How to Selectively Recover Threads and Posts in vBulletin 4

You found this page because you made a foo bar on your vBulletin forum and wish to selectively recover threads and posts from a particular forum that was accidentally removed. I think I can help you do this! I had this project and I’m going to provide the steps and tools and queries I used to fix the situation.

You would follow this information if somehow you deleted or pruned threads from a forum accidentally and need them back but don’t want to restore the entire database and file system. Official vBulletin rules are that you should always restore the entire database if you need to recover information. The following procedures are certainly NOT official or endorsed and guess what, if you screw things up, it will only be your fault! Proceed if you are comfortable giving this a shot.

Things you will need:

  • A complete and working version of your backup forum that contains the missing threads/posts/attachments that you want to recover. It’s okay if the backup is older, you can only recover from your latest backup after all.
  • Moderate knowledge of working with MySQL queries and a means to export data from the queries. (I use Navicat as a DB manager). You will have to adapt this to working in phpMyAdmin or command line as needed.
  • A PHP server where you can upload the files from this page and run the included script. Since you have vBulletin, you already have a PHP server, but please use an isolated folder for testing and don’t try to run any of this on live folders! Note that when I performed this, I was using VB 4.1.3. My current and backup were both the same version. I cannot say how this will work on other versions but I imagine all 4.0 versions have a similar database design with few changes. I also suppose this will work best if your backup and current forum are the same version as well. If not, make sure the table structure is the same and adjust your SQL files accordingly.

 

STEP 1: (Backup Threads)

Things you will need:

  • Access to backup database and ability to run queries and export SQL files from it.
  • If you are a very very careful person, you may even want a third copy of your forum to test with.
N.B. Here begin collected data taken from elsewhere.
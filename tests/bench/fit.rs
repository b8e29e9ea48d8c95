//! Time of fits by the number of points: `cargo bench --bench fit [POINTS …]`.
#![allow(missing_docs, clippy::unwrap_used, clippy::print_stdout)]

use std::sync::Arc;
use std::time::{Duration, Instant};

use crestfall::diagnostic::{Place, Source};
use crestfall::input::{Columns, Fit, PointTable, Track, TrackSource};
use crestfall::spine::Spine;
use nalgebra::Vector3;

fn main() {
    let asked = std::env::args().skip(1).filter_map(|a| a.parse().ok());
    let mut counts = asked.collect::<Vec<usize>>();
    if counts.is_empty() {
        counts = vec![2_500, 5_000, 10_000, 20_000, 40_000];
    }
    let within = Fit::Within {
        error_m: 0.002,
        bank_error_rad: Some(1e-3),
    };
    println!("points  fit     rails   time, ms   µs per point");
    for count in counts {
        for (name, fit) in [
            ("exact", Fit::Exact),
            ("within", within),
            ("auto", Fit::Auto),
        ] {
            for closed in [false, true] {
                let shape = if closed { "closed" } else { "open" };
                let time = shortest(&track(count, fit, closed));
                let (ms, each) = (
                    time.as_secs_f64() * 1e3,
                    time.as_secs_f64() * 1e6 / count as f64,
                );
                println!("{count:6}  {name:6}  {shape:6}  {ms:8.1}   {each:.2}");
            }
        }
    }
}

/// Of three fits.
fn shortest(track: &Track) -> Duration {
    let one = || {
        let start = Instant::now();
        assert!(Spine::from_track(track).unwrap().length_m() > 0.0);
        start.elapsed()
    };
    (0..3).map(|_| one()).min().unwrap()
}

/// Rails every 0.25 m round a circle with hills, or on along a wavy line, 2 mm off.
fn track(count: usize, fit: Fit, closed: bool) -> Track {
    let mut random = Random(7);
    let (mut left_m, mut right_m) = (vec![], vec![]);
    let radius_m = 0.25 * count as f64 / std::f64::consts::TAU;
    for i in 0..count {
        let s = 0.25 * i as f64;
        let (middle, left) = if closed {
            let (sin, cos) = (s / radius_m).sin_cos();
            let hills = 3.0 * (s / radius_m * (radius_m / 12.0).round()).sin();
            (
                Vector3::new(radius_m * cos, radius_m * sin, hills),
                Vector3::new(-cos, -sin, 0.0),
            )
        } else {
            (
                Vector3::new(s, 10.0 * (0.09 * s).sin(), 8.0 * (0.07 * s).cos()),
                Vector3::y(),
            )
        };
        left_m.push((middle + 0.5 * left).map(|x| x + 0.002 * random.gaussian()));
        right_m.push((middle - 0.5 * left).map(|x| x + 0.002 * random.gaussian()));
    }
    let source = Arc::new(Source {
        name: "bench".into(),
        text: String::new(),
    });
    let place = Place { source, span: 0..0 };
    let table = PointTable::new(
        Columns::Rails { left_m, right_m },
        closed,
        fit,
        place.clone(),
    );
    Track {
        name: "bench".into(),
        source: TrackSource::Points(table),
        landmarks: vec![],
        place,
    }
}

/// xorshift64* (Vigna 2016); a sum of twelve is nearly Gaussian.
struct Random(u64);

impl Random {
    fn unit(&mut self) -> f64 {
        self.0 ^= self.0 >> 12;
        self.0 ^= self.0 << 25;
        self.0 ^= self.0 >> 27;
        (self.0.wrapping_mul(0x2545_F491_4F6C_DD1D) >> 11) as f64 / (1u64 << 53) as f64
    }

    fn gaussian(&mut self) -> f64 {
        (0..12).map(|_| self.unit()).sum::<f64>() - 6.0
    }
}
In other words, one server is running your backup, another server is running a copy of your current forum. This way you can test the imports before going live.

When I did this, I had just one backup server, I first set up my test server with the backup data. Then I pruned the forum to duplicate what happened on the main server, then I tested the re-import. However, I found it necessary to recover the backup data again for further testing, so having two test versions of your forum may be easier, or not. Depends how confident you are! It did waste a lot of time rebuilding my one test server.

FROM NOW ON, NOTHING HAPPENS ON YOUR LIVE SERVER EXCEPT TO LOOK UP AN ID WHEN NEEDED! DO BE CAREFUL!

To get the missing threads, we only need the ID of the forum, you can find this from the admin section of VB in the forum manager area. Click the Go button and read the ID as seen in the next image. Or just hover over the link to the forum and get the ID from the URL. I assume you already know how to do this stuff, just being thorough.

forumid-1

forumid-2

In the image, I see the ID is 202. Once you have the forum ID, we can do the bulk of our work. Our first MySQL query is quite simple, we just have to get all the threads that belong to this forum, no less, no more. The query looks like this:

SELECT thread.* FROM thread WHERE thread.forumid = 73

Where “73” is the ID of the forum you need to recover.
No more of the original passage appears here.